(Saved entries)
'''

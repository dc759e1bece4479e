//! A case studied once an entry: the body learnt from its gases. Forecasts and offers are asked of it.

use std::cell::RefCell;
use std::rc::Rc;

use case::{Case, Condition, EntryId, Moment, Now, Settings};
use physiology::{
    Chemistry, ChemistryInput, Ensemble, Learning, Observation, Past, Priors, Step, saturation_in_blood,
    standard_base_excess,
};
use sources as s;

use crate::history::{History, UsableGas};
use crate::standing::{Way, breath, standing_of, way, withheld};
use crate::stretch::{Before, Stretch};
use crate::summary::{Anchor, SETTLING_MIN, reading_95};
use crate::{
    Answer, Caution, Forecast, Price, Quantiles, Ratio, Standing, Status, assumed, cautions, summary,
};

/// How far ahead a forecast may be asked for, min.
pub const HORIZON_MIN: f64 = s::HORIZON.value;

/// How a study is made.
#[derive(Debug, Clone, Copy, PartialEq, Eq)]
pub struct Options {
    /// Members of the ensemble.
    pub members: usize,
    /// Seed of the draws.
    pub seed: u32,
}

impl Default for Options {
    fn default() -> Self {
        Self { members: 256, seed: 1 }
    }
}

/// How long ago somebody last typed or confirmed something.
#[derive(Debug, Clone, Copy, PartialEq, Eq)]
pub enum Freshness {
    /// No entry yet.
    NoEntries,
    /// Under 30 min.
    Fresh,
    /// 30 to 60 min: "Still so?"
    StillSo {
        /// The last entry.
        since: Moment,
    },
    /// Over 60 min: no number.
    Expired {
        /// The last entry.
        since: Moment,
    },
}

/// A gas outside its 95 % predictive band; not learnt from until the user has chosen.
#[derive(Debug, Clone, PartialEq)]
pub struct Doubt {
    /// The gas.
    pub gas: EntryId,
    /// When it was drawn.
    pub at: Moment,
    /// What it reads, mmHg.
    pub measured_mmhg: f64,
    /// What a gas should have read, mmHg: 95 % band, its lower and upper edge.
    pub expected_mmhg: (f64, f64),
}

/// A case studied: what its gases taught, ready to be asked.
#[derive(Debug, Clone)]
pub struct Study {
    pub(crate) history: History,
    learnt: Result<Learnt, Standing>,
    doubt: Option<Doubt>,
    /// The moments of all entries, in order.
    touched: Vec<Moment>,
}

/// What was learnt.
#[derive(Debug, Clone)]
pub(crate) struct Learnt {
    ensemble: Ensemble,
    /// The past up to the minute last asked about: a finger on a stepper asks again and again at one minute.
    past: RefCell<Option<(f64, Rc<Past>)>>,
    pub(crate) start: Moment,
    pub(crate) priors: Priors,
    anchor: Anchor,
    /// Standard base excess of the last gas, mmol/L.
    pub(crate) standard_be: f64,
    /// The last gas learnt from.
    pub(crate) last_gas: case::Gas,
    pub(crate) last_gas_at: Moment,
    pub(crate) first_gas: case::Gas,
    /// How far the first gas lies from what was expected before it, in standard deviations of ln.
    pub(crate) surprise: f64,
    pub(crate) hb_known: bool,
    pub(crate) saturation_known: bool,
}

impl Study {
    /// Learns from every gas of the case in order.
    #[must_use]
    pub fn new(case: &Case, options: Options) -> Self {
        let history = History::of(case);
        // When it was so, not when it was typed: a gas of an hour ago confirms nothing about now.
        let touched = case.entries().iter().map(|entry| entry.at).collect();
        let (learnt, doubt) = learn(&history, options);
        Self { learnt, doubt, touched, history }
    }

    /// How long ago the case was last confirmed.
    #[must_use]
    pub fn freshness(&self, now: &Now) -> Freshness {
        let Some(since) = self.last_touched(now) else { return Freshness::NoEntries };
        let minutes = now.wall.minutes_since(since);
        if minutes >= s::VALID_FOR.value {
            Freshness::Expired { since }
        } else if minutes >= s::STILL_SO_AFTER.value {
            Freshness::StillSo { since }
        } else {
            Freshness::Fresh
        }
    }

    /// The last moment at which somebody wrote or saw something, as of `now`: what a wrong clock has put into the
    /// future confirms nothing, unless there is nothing else.
    fn last_touched(&self, now: &Now) -> Option<Moment> {
        let past = self.touched.partition_point(|at| *at <= now.wall);
        self.touched[..past].last().or(self.touched.first()).copied()
    }

    /// Whether there may be an answer now.
    #[must_use]
    pub fn standing(&self, now: &Now) -> Standing {
        self.standing_under(now, &self.history.settings_at(now.wall))
    }

    fn standing_under(&self, now: &Now, settings: &Settings) -> Standing {
        let mut standing = match &self.learnt {
            Ok(learnt) => match self.history.unsettled_since(learnt.last_gas_at) {
                Some(unsettled) => unsettled.and(standing_of(settings)),
                None => standing_of(settings),
            },
            Err(why) => why.clone(),
        };
        if let Some(last) =
            self.touched.last().filter(|last| last.minutes_since(now.wall) > s::CLOCKS_APART.value)
        {
            let words =
                format!("The last entry is of {}, later than this clock.", last.clock(now.utc_offset_min));
            standing = standing.and(withheld("clock", words, "Check the clock of this phone."));
        }
        if let Freshness::Expired { since } = self.freshness(now) {
            let words = format!("Not known since {}.", since.clock(now.utc_offset_min));
            standing = standing.and(withheld(
                "expired",
                words,
                "Type a gas, or what has changed, or that nothing has.",
            ));
        }
        if self.history.relaxed_at(now.wall) && way(settings) == Way::OwnBreaths {
            let would_help =
                "Raise the rate first. Then type what the machine gives, with no breaths of his own.";
            standing =
                standing.and(withheld("relaxant", "Relaxed, he takes no breaths of his own.", would_help));
        }
        if self.history.breathing_stopped_at(now.wall) {
            standing = standing.and(withheld(
                "no_breaths",
                "Nobody breathes for him now.",
                "Give a breath, then say so.",
            ));
        }
        standing
    }

    /// When the computed course begins; minutes asked for before it read as its first value.
    #[must_use]
    pub fn start(&self) -> Option<Moment> {
        self.learnt.as_ref().ok().map(|learnt| learnt.start)
    }

    /// Standard base excess of the last gas learnt from, mmol/L.
    #[must_use]
    pub fn standard_base_excess(&self) -> Option<f64> {
        self.learnt.as_ref().ok().map(|learnt| learnt.standard_be)
    }

    /// The forecast at `minutes` after `now` (negative minutes reach back to the start of the record), with
    /// `change` made at `now` where one is given.
    #[must_use]
    pub fn forecast(&self, now: &Now, change: Option<&Settings>, minutes: &[f64]) -> Answer<Forecast> {
        let current = self.history.settings_at(now.wall);
        let planned = change.map_or(current, |change| current.after(change));
        let standing = self.standing_under(now, &planned);
        let mut answer = self.answer(now, standing);
        if let Some(change) = change {
            answer.cautions.splice(0..0, cautions::of_change(self, &current, change));
        }
        if answer.standing.status == Status::Withheld {
            return answer;
        }
        let Ok(learnt) = &self.learnt else { return answer };
        let forecast = self.computed(learnt, now, change.map(|_| &planned), minutes);
        if let Some(beyond) = beyond_chemistry(&forecast) {
            answer.standing = answer.standing.and(beyond);
            return answer;
        }
        // Under the dangers of the change itself, over its limits.
        let place = answer.cautions.iter().take_while(|caution| caution.is_danger()).count();
        answer.cautions.splice(place..place, cautions::of_heading(&forecast.settled));
        answer.value = Some(forecast);
        answer
    }

    fn computed(&self, learnt: &Learnt, now: &Now, planned: Option<&Settings>, minutes: &[f64]) -> Forecast {
        let now_min = now.wall.minutes_since(learnt.start);
        let step = planned.and_then(|settings| self.step_under(learnt, settings, now.wall));
        let past = learnt.past(now_min);
        let futures = learnt.ensemble.futures(&past, now_min + SETTLING_MIN, step.as_ref());
        summary::summarise(&futures, &learnt.anchor, now_min, minutes)
    }

    /// The step that `settings` make at `at`, with the jump of R that its size brings; `None` when nothing that
    /// drives the body differs.
    fn step_under(&self, learnt: &Learnt, settings: &Settings, at: Moment) -> Option<Step> {
        let mut step = self.history.step_for(settings, at, learnt.start)?;
        let before = self.history.step_for(&self.history.settings_at(at), at, learnt.start)?;
        if (Step { at_min: before.at_min, ..step }) == before {
            return None;
        }
        step.jump_sd = learnt.priors.jump_sd(&before, &step);
        Some(step)
    }

    /// Whether `planned` brings less alveolar ventilation than `current`, at the means.
    pub(crate) fn ventilates_less(&self, current: &Settings, planned: &Settings) -> bool {
        let Ok(learnt) = &self.learnt else { return false };
        let step = |settings| self.history.step_for(settings, learnt.last_gas_at, learnt.start);
        match (step(current), step(planned)) {
            (Some(old), Some(new)) => learnt.priors.alveolar_l_min(&new) < learnt.priors.alveolar_l_min(&old),
            _ => false,
        }
    }

    /// An answer's frame: standing, validity, what is assumed, what to heed.
    pub(crate) fn answer<T>(&self, now: &Now, standing: Standing) -> Answer<T> {
        Answer {
            standing,
            value: None,
            valid_until: self.last_touched(now).map(|at| at.plus_minutes(s::VALID_FOR.value)),
            assumed: self.learnt.as_ref().map_or_else(|_| vec![], |learnt| assumed::of(self, learnt)),
            cautions: self.cautions(now),
        }
    }

    /// What settings cost when `change` is made at `now`; `None` without a breath.
    #[must_use]
    pub fn price(&self, now: &Now, change: &Settings) -> Option<Price> {
        let current = self.history.settings_at(now.wall);
        crate::offer::price(&self.history.patient, &current, change)
    }

    /// Under pressure support: where PaCO2 would settle with a fifth more minute volume, dead space the same
    /// share of it. Needs a measured minute volume and a gas under it.
    #[must_use]
    pub fn ratio(&self, now: &Now) -> Option<Ratio> {
        let settings = self.history.settings_at(now.wall);
        let Ok(learnt) = &self.learnt else { return None };
        let silent = self.standing(now).withheld.iter().any(|why| why.id != "pressure_support");
        if silent || way(&settings) != Way::Support || breath(&settings).is_none() {
            return None;
        }
        let now_min = now.wall.minutes_since(learnt.start);
        let past = learnt.past(now_min);
        let mut pairs: Vec<(f64, f64)> = learnt
            .ensemble
            .futures(&past, now_min, None)
            .iter()
            .map(|f| (f.settled_mmhg / s::RATIO_STEP.value, f.weight))
            .collect();
        let [p10, p50, p90] = physiology::weighted_quantiles(&mut pairs, [0.1, 0.5, 0.9]);
        Some(Ratio { minute_volume_factor: s::RATIO_STEP.value, paco2_mmhg: Quantiles { p10, p50, p90 } })
    }

    /// The gas that waits for a decision.
    #[must_use]
    pub fn doubt(&self) -> Option<&Doubt> {
        self.doubt.as_ref()
    }

    /// Cautions for the case as it stands, the most dangerous first.
    #[must_use]
    pub fn cautions(&self, now: &Now) -> Vec<Caution> {
        cautions::of_case(self, now)
    }

    pub(crate) fn learnt(&self) -> Option<&Learnt> {
        self.learnt.as_ref().ok()
    }
}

'''

◆ Action item
Can you quote exactly the lines from the one containing "if silent ||" through the last line of the records above, and nothing else?

◆ Output below
        if silent || way(&settings) != Way::Support || breath(&settings).is_none() {
            return None;
        }
        let now_min = now.wall.minutes_since(learnt.start);
        let past = learnt.past(now_min);
        let mut pairs: Vec<(f64, f64)> = learnt
            .ensemble
            .futures(&past, now_min, None)
            .iter()
            .map(|f| (f.settled_mmhg / s::RATIO_STEP.value, f.weight))
            .collect();
        let [p10, p50, p90] = physiology::weighted_quantiles(&mut pairs, [0.1, 0.5, 0.9]);
        Some(Ratio { minute_volume_factor: s::RATIO_STEP.value, paco2_mmhg: Quantiles { p10, p50, p90 } })
    }

    /// The gas that waits for a decision.
    #[must_use]
    pub fn doubt(&self) -> Option<&Doubt> {
        self.doubt.as_ref()
    }

    /// Cautions for the case as it stands, the most dangerous first.
    #[must_use]
    pub fn cautions(&self, now: &Now) -> Vec<Caution> {
        cautions::of_case(self, now)
    }

    pub(crate) fn learnt(&self) -> Option<&Learnt> {
        self.learnt.as_ref().ok()
    }
}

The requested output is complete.